**The task**
In the entries that follow, the line with "phase, damping = 2" opens the range and the line with "solved = np.linalg.solve(C, np.array([s, y[seen]]).T)" closes it; repeat that range exactly, both lines included.

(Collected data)
-- -- --
"""Generalised least squares (Aitken 1936) through gaps against dense algebra by numpy, and the likelihood against scipy.stats."""
from asking import Checks, ask, skip, text

try:
    import numpy as np
except ImportError:
    skip("numpy")
try:
    from scipy import stats
except ImportError:
    skip("scipy")

rng = np.random.default_rng(20260104)
checks = Checks()


def covariance(parts, lag):
    total = np.zeros_like(lag)
    for kind, rms, time, quality in parts:
        if kind == "exponential":
            total += rms**2 * np.exp(-lag / time)
        else:  # a damped oscillator driven by white noise, its undamped period `time`
            phase, damping = 2 * np.pi * lag / time, 0.5 / quality
            eta = np.sqrt(1 - damping**2)
            total += rms**2 * np.exp(-damping * phase) * (np.cos(eta * phase) + damping / eta * np.sin(eta * phase))
    return total


def question(white, step, parts, first, length, y):
    inner = " ".join("%s %r %r %r" % part for part in parts)
    return "gls %r %r %d %s %d %d %s" % (white, step, len(parts), inner, first, length, text(y))


# The worked example of the method's check values: C = 400 0.6^|i-j|, a box over places 4..7, no white noise.
d = np.array([12, -5, 8, 3, -40, -61, -55, -38, 9, 2, -7, 11.0])
ar = [("exponential", 20.0, float(-1 / np.log(0.6)), 1.0)]
energy, moment, _ = np.array(ask([question(0.0, 1.0, ar, 4, 4, d)])[0], dtype=float)
s = np.zeros(12)
s[4:8] = -1
C = 400 * 0.6 ** np.abs(np.subtract.outer(np.arange(12), np.arange(12)))
solved = np.linalg.solve(C, np.array([s, d]).T)
checks.within("energy of the worked example equals numpy.linalg.solve", abs(energy / (s @ solved[:, 0]) - 1), 1e-12)
checks.within("depth of the worked example equals numpy.linalg.solve", abs((moment / energy) / ((s @ solved[:, 1]) / (s @ solved[:, 0])) - 1), 1e-12)
checks.within("SNR of the worked example is that of 30-digit arithmetic, 3.91826998482", abs(moment / np.sqrt(energy) - 3.91826998482), 1e-10)

# A solar mixture on a minute grid with gaps of an orbit.
parts = [("oscillator", 40.0, 2 * np.pi * 250 / 86400, float(np.sqrt(0.5))), ("oscillator", 3.0, 1 / 3.1e-3 / 86400, 4.0),
         ("oscillator", 28.0, 2 * np.pi * 3 / 24, float(np.sqrt(0.5))), ("exponential", 28.0, 3 / 24, 1.0)]
step, n = 60 / 86400, 900
y = rng.normal(0, 60, n).astype(np.float32).astype(float)
y[np.arange(n) % 96 < 35] = np.nan
seen = np.flatnonzero(np.isfinite(y))
C = covariance(parts, np.abs(np.subtract.outer(seen, seen)) * step) + 100.0 * np.eye(len(seen))
worst = np.zeros(2)
cases = [(300, 360), (10, 40), (-50, 200), (700, 400)]
answers = np.array(ask([question(10.0, step, parts, first, length, y) for first, length in cases]), dtype=float)
for (first, length), answer in zip(cases, answers):
    s = -((seen >= first) & (seen < first + length)).astype(float)
    solved = np.linalg.solve(C, np.array([s, y[seen]]).T)
    worst = np.maximum(worst, [abs(answer[0] / (s @ solved[:, 0]) - 1), abs((answer[1] - s @ solved[:, 1]) / np.sqrt(answer[0]))])
checks.within("energies through gaps equal numpy.linalg.solve", worst[0], 1e-6)
checks.within("dip SNR through gaps equals numpy.linalg.solve", worst[1], 1e-6)
density = stats.multivariate_normal(mean=np.zeros(len(seen)), cov=C).logpdf(y[seen])
checks.within("ln likelihood through gaps equals scipy.stats.multivariate_normal", abs(answers[0, 2] / density - 1), 1e-11)
checks.end()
-- -- --
**Response for this exercise**
            phase, damping = 2 * np.pi * lag / time, 0.5 / quality
            eta = np.sqrt(1 - damping**2)
            total += rms**2 * np.exp(-damping * phase) * (np.cos(eta * phase) + damping / eta * np.sin(eta * phase))
    return total


def question(white, step, parts, first, length, y):
    inner = " ".join("%s %r %r %r" % part for part in parts)
    return "gls %r %r %d %s %d %d %s" % (white, step, len(parts), inner, first, length, text(y))


# The worked example of the method's check values: C = 400 0.6^|i-j|, a box over places 4..7, no white noise.
d = np.array([12, -5, 8, 3, -40, -61, -55, -38, 9, 2, -7, 11.0])
ar = [("exponential", 20.0, float(-1 / np.log(0.6)), 1.0)]
energy, moment, _ = np.array(ask([question(0.0, 1.0, ar, 4, 4, d)])[0], dtype=float)
s = np.zeros(12)
s[4:8] = -1
C = 400 * 0.6 ** np.abs(np.subtract.outer(np.arange(12), np.arange(12)))
solved = np.linalg.solve(C, np.array([s, d]).T)
checks.within("energy of the worked example equals numpy.linalg.solve", abs(energy / (s @ solved[:, 0]) - 1), 1e-12)
checks.within("depth of the worked example equals numpy.linalg.solve", abs((moment / energy) / ((s @ solved[:, 1]) / (s @ solved[:, 0])) - 1), 1e-12)
checks.within("SNR of the worked example is that of 30-digit arithmetic, 3.91826998482", abs(moment / np.sqrt(energy) - 3.91826998482), 1e-10)

# A solar mixture on a minute grid with gaps of an orbit.
parts = [("oscillator", 40.0, 2 * np.pi * 250 / 86400, float(np.sqrt(0.5))), ("oscillator", 3.0, 1 / 3.1e-3 / 86400, 4.0),
         ("oscillator", 28.0, 2 * np.pi * 3 / 24, float(np.sqrt(0.5))), ("exponential", 28.0, 3 / 24, 1.0)]
step, n = 60 / 86400, 900
y = rng.normal(0, 60, n).astype(np.float32).astype(float)
y[np.arange(n) % 96 < 35] = np.nan
seen = np.flatnonzero(np.isfinite(y))
C = covariance(parts, np.abs(np.subtract.outer(seen, seen)) * step) + 100.0 * np.eye(len(seen))
worst = np.zeros(2)
cases = [(300, 360), (10, 40), (-50, 200), (700, 400)]
answers = np.array(ask([question(10.0, step, parts, first, length, y) for first, length in cases]), dtype=float)
for (first, length), answer in zip(cases, answers):
    s = -((seen >= first) & (seen < first + length)).astype(float)
    solved = np.linalg.solve(C, np.array([s, y[seen]]).T)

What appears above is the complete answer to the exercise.